REQUIRED WORK ::
Only lines with the string "isFit" should be returned from the data below.

RECORD SET ::
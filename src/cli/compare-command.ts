import { rename, writeFile } from 'node:fs/promises';
import { join } from 'node:path';
import { compareResponses } from '../findings/compare-responses.ts';
import { matchResponses } from '../findings/match-responses.ts';
import { type FrequencyRange, parseRange } from '../quantity/frequency.ts';
import { InputError } from '../quantity/input-fault.ts';
import { readResult } from '../readings/read-result.ts';
import type { SavedResult } from '../readings/saved-result.ts';
import { differencesTable, differencesText, matchesTable, matchesText, savedName } from '../report/compare-tables.ts';
import { placedUnit } from '../report/response-name.ts';
import type { OutputFile } from '../report/result.ts';
import { EXIT } from './exit-codes.ts';
import { fileSource } from './file-source.ts';
import { systemFault } from './system-fault.ts';
import { textStyle, writeMessage, writeResult } from './terminal.ts';
import { UsageError } from './usage-error.ts';

/** What is to be compared: units with each other, or all of them for sets that match. */
export interface CompareRequest {
  /** Folder of the result. */
  readonly result: string;
  readonly units: readonly string[];
  readonly match: { readonly size: number; readonly within: number } | undefined;
  readonly band: FrequencyRange | undefined;
  readonly seed: number;
  readonly quiet: boolean;
}

/** @throws UsageError with everything that cannot be understood. */
export function readCompareRequest(
  result: string,
  units: readonly string[],
  values: Readonly<Record<string, unknown>>,
): CompareRequest {
  const said: string[] = [];
  const say = (name: string, found: unknown, expected: string, example: string) => {
    said.push(`${name}: found ${JSON.stringify(found)}; expected ${expected}. Example: ${name} ${example}`);
  };
  const number = (name: string, isFit: (value: number) => boolean, expected: string, example: string) => {
    const typed = values[name];
    if (typed === undefined) return undefined;
    const value = typeof typed === 'string' && /^(\d+\.?\d*|\.\d+)$/.test(typed.trim()) ? Number(typed) : Number.NaN;
    if (isFit(value)) return value;
    say(`--${name}`, typed, expected, example);
    return undefined;
  };
  const size = number('match', (n) => Number.isInteger(n) && n >= 2 && n <= 12, 'a whole number from 2 to 12', '2');
  const within = number('within', (db) => db > 0, 'a tolerance in dB, above 0', '0.5');
  const seed = number('seed', Number.isSafeInteger, 'a whole number', '1') ?? 1;
  const band = typeof values.band === 'string' ? parseRange(values.band) : undefined;
  if (values.band !== undefined && band === undefined) {
    say('--band', values.band, 'two frequencies with their units, the lower first', "'2 kHz..80 kHz'");
  }
  if ((values.match === undefined) !== (values.within === undefined)) {
    const [given, missing] = values.match === undefined ? ['--within', '--match'] : ['--match', '--within'];
    said.push(`${missing}: found ${given} without it. Example: --match 2 --within 0.5`);
  }
  if (values.match === undefined && units.length < 2) {
    said.push(`UNIT: found ${units.length}; expected two units or more. Example: oddloop compare result N01 N02`);
  }
  if (said.length > 0) throw new UsageError(said);
  const match = size === undefined || within === undefined ? undefined : { size, within };
  return { result, units, match, band, seed, quiet: values.quiet === true };
}

/** Compares responses of a result with each other; writes `differences.csv` or `matches.csv` into its folder. */
export async function compareCommand(request: CompareRequest): Promise<number> {
  const source = (name: string) => fileSource(join(request.result, name));
  const [responses, covariance, summary] = await Promise.all([
    source('responses.csv'),
    source('covariance.json'),
    source('summary.json'),
  ]);
  const result = await readResult({ responses, covariance, summary });
  const { file, text } = request.match === undefined ? differences(result, request) : matches(result, request);
  await writeBeside(request.result, file);
  if (!request.quiet) await writeResult(text);
  writeMessage(`Written to ${join(request.result, file.name)}.`);
  return EXIT.done;
}

interface Answer {
  readonly file: OutputFile;
  readonly text: string;
}

function differences(result: SavedResult, { units, band }: CompareRequest): Answer {
  const chosen = units.map((unit) => responsesOf(result, unit));
  const limited = limitedTo(result, band);
  const pairs = chosen.flatMap((of, i) =>
    chosen.slice(i + 1).flatMap((others) =>
      of.flatMap((first) => {
        const { role } = result.responses[first]!;
        const second = others.find((other) => result.responses[other]!.role === role);
        if (second === undefined || second === first) return [];
        const pair = compareResponses(result, first, second);
        return [{ ...pair, differences: pair.differences.filter(({ frequency }) => limited.includes(frequency)) }];
      }),
    ),
  );
  if (pairs.length === 0) {
    throw unusable(units.join(', '), 'two different units that have a role in common');
  }
  return { file: differencesTable(result, pairs), text: differencesText(result, pairs, textStyle(process.stdout)) };
}

function matches(result: SavedResult, { match, units, band, seed }: CompareRequest): Answer {
  const members = units.flatMap((unit) => responsesOf(result, unit));
  const pool = units.length === 0 ? [...result.responses.keys()] : members;
  const options = { ...match!, pool, frequencies: limitedTo(result, band), seed };
  const found = matchResponses(result, options);
  return {
    file: matchesTable(result, found),
    text: matchesText(result, found, match!, textStyle(process.stdout)),
  };
}

/** Responses that a name means: `N01`, `N01@clamped`, `N01 emit`; the last two where the first means several. */
function responsesOf({ responses }: SavedResult, text: string): number[] {
  const found = [...responses.keys()].filter((r) =>
    [responses[r]!.unit, placedUnit(responses[r]!), savedName(responses[r]!)].includes(text),
  );
  const mounts = new Set(found.map((r) => responses[r]!.mount));
  if (found.length === 0) throw unusable(text, `one of ${[...new Set(responses.map(placedUnit))].join(', ')}`);
  if (mounts.size > 1) {
    throw unusable(`${text}, which has several mounts`, found.map((r) => savedName(responses[r]!)).join(', '));
  }
  return found;
}

function limitedTo({ frequencies }: SavedResult, band: FrequencyRange | undefined): number[] {
  const all = [...frequencies.keys()];
  if (band === undefined) return all;
  // 16.1 kHz is 16100.000000000002 Hz: the ends are included as a reader understands them.
  const inside = all.filter(
    (f) => frequencies[f]! >= band.from * (1 - 1e-9) && frequencies[f]! <= band.to * (1 + 1e-9),
  );
  if (inside.length > 0) return inside;
  throw new InputError([
    {
      place: { file: '--band' },
      found: 'a range that holds no frequency of the result',
      expected: `frequencies from ${frequencies[0]} Hz to ${frequencies.at(-1)} Hz`,
      remedy: 'Choose a range that the result reaches.',
    },
  ]);
}

function unusable(found: string, expected: string): InputError {
  return new InputError([{ place: { file: 'UNIT' }, found, expected, remedy: 'Use the names in responses.csv.' }]);
}

/** Puts one more file into the folder of a result, whole or not at all. */
async function writeBeside(folder: string, { name, chunks }: OutputFile): Promise<void> {
  const path = join(folder, name);
  const temporary = `${path}.${process.pid}.part`;
  try {
    await writeFile(temporary, chunks());
    await rename(temporary, path);
  } catch (error) {
    throw systemFault(path, error, {
      expected: 'a folder that can be written',
      remedy: 'Free it, and run this again.',
    });
  }
}
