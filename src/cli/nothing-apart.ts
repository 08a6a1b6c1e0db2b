import type { OpenFinding } from '../findings/examination.ts';
import { openSentence } from '../report/open-wording.ts';
import { wrapped } from '../report/text-layout.ts';

/** Findings told in the message; the rest are in the outputs. */
const MOST_FINDINGS = 5;

/** The message of a run that ends with not a single level: which units are open, and which takes would settle them. */
export function nothingApart(open: readonly OpenFinding[], frequencies: Float64Array): string {
  const sentences = open.slice(0, MOST_FINDINGS).map((finding) => openSentence(finding, frequencies));
  const more = open.length - sentences.length;
  if (more > 0) sentences.push(`${more} more of this kind: see the summary.`);
  const lines = sentences.flatMap((sentence) => wrapped(sentence, { indent: '  ' }));
  return ['Nothing can be told apart: not a single response has a level.', ...lines].join('\n');
}
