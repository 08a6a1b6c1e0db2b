import { join } from 'node:path';
import { solveCommand } from './solve-command.ts';

/**
 * Makes a result anew: repeats the run from the settings of its `summary.json` and replaces the folder as a whole, so that
 * page, pictures and tables always belong together. Nothing is replaced where an input file is not what it was.
 * @throws InputError where the folder holds no result, or an input file is gone or has changed.
 */
export function reportCommand(folder: string, quiet: boolean): Promise<number> {
  const request = {
    given: {},
    settingsFile: join(folder, 'summary.json'),
    out: undefined,
    json: false,
    strict: false,
    quiet,
  };
  return solveCommand(request, folder, { mustBeUnchanged: true });
}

OUTPUT BELOW ::
  const number = (name: string, isFit: (value: number) => boolean, expected: string, example: string) => {
    if (isFit(value)) return value;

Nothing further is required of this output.